┌────────
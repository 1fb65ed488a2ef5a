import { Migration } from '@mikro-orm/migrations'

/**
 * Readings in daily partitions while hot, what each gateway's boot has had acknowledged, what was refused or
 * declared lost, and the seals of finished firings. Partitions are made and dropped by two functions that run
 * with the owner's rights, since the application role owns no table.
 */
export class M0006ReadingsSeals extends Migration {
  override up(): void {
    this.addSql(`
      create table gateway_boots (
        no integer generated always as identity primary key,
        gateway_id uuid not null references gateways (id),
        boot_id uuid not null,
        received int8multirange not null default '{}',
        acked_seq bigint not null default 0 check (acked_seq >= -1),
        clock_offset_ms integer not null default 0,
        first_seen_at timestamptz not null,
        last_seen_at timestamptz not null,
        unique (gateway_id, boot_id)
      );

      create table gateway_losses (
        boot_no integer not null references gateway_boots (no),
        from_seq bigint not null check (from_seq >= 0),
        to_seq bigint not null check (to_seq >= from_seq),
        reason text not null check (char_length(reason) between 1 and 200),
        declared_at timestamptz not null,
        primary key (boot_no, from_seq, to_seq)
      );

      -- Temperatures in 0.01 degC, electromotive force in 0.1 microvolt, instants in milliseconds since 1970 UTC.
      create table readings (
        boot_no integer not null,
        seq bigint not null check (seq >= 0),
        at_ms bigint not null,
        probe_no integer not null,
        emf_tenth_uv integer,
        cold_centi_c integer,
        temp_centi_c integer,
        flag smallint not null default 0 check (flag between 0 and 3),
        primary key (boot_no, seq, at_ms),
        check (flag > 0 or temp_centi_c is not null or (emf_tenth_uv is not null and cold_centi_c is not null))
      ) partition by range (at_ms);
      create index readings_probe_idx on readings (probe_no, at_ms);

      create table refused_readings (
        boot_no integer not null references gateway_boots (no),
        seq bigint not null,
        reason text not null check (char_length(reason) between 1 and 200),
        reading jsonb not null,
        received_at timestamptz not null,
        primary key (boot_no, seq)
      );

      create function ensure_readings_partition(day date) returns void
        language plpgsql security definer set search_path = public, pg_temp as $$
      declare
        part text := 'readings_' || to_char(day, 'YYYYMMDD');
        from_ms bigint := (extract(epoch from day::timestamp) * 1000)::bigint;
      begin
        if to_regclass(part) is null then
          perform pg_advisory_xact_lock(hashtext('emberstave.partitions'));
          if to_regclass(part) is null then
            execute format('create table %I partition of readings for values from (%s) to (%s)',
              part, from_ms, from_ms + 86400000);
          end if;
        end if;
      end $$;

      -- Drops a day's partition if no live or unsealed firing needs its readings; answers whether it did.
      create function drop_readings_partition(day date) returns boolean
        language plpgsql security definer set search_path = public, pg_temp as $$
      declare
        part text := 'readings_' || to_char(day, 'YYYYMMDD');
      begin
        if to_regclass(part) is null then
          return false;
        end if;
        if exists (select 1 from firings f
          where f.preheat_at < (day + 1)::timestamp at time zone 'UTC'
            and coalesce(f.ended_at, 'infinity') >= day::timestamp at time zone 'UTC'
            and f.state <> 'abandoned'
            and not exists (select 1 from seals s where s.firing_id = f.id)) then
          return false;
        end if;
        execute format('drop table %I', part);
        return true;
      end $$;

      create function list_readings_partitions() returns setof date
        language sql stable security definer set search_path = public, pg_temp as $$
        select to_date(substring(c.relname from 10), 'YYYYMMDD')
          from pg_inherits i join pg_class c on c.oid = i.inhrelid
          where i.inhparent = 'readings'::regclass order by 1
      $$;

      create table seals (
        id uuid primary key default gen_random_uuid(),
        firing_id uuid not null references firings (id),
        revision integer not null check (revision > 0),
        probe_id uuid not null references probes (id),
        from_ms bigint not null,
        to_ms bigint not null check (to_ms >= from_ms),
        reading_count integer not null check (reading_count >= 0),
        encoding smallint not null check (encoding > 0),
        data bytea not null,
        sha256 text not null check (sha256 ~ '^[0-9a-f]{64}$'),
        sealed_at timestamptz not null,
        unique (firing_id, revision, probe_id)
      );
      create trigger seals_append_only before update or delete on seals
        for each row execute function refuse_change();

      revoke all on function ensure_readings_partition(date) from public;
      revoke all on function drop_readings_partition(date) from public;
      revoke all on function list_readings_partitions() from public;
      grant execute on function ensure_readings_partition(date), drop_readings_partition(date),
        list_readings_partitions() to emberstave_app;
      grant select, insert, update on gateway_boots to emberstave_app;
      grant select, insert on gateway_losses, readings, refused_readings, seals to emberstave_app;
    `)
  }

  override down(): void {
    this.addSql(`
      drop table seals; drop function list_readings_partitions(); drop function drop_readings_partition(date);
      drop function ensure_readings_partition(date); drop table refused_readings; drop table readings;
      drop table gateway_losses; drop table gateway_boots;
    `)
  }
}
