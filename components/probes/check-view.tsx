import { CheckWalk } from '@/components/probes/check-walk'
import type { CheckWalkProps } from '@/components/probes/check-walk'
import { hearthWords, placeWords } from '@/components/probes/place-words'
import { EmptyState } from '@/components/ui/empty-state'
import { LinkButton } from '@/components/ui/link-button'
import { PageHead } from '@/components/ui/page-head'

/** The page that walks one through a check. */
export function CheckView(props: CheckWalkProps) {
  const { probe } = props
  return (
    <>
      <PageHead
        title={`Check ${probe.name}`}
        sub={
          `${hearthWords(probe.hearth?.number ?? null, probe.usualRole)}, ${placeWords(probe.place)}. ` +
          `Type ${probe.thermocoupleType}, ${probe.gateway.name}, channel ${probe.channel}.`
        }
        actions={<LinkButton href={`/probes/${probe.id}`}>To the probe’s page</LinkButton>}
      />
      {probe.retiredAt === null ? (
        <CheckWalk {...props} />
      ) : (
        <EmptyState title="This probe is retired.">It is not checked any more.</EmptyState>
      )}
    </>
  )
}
└────────
- _EXERCISE_: Only the lines from the beginning of the data above through the line containing "export class M0006ReadingsSeals" should be repeated, exactly as they appear.

- _WRITTEN ANSWER_:
repository 1fb65ed488a2ef5a
import { Migration } from '@mikro-orm/migrations'

/**
 * Readings in daily partitions while hot, what each gateway's boot has had acknowledged, what was refused or
 * declared lost, and the seals of finished firings. Partitions are made and dropped by two functions that run
 * with the owner's rights, since the application role owns no table.
 */
export class M0006ReadingsSeals extends Migration {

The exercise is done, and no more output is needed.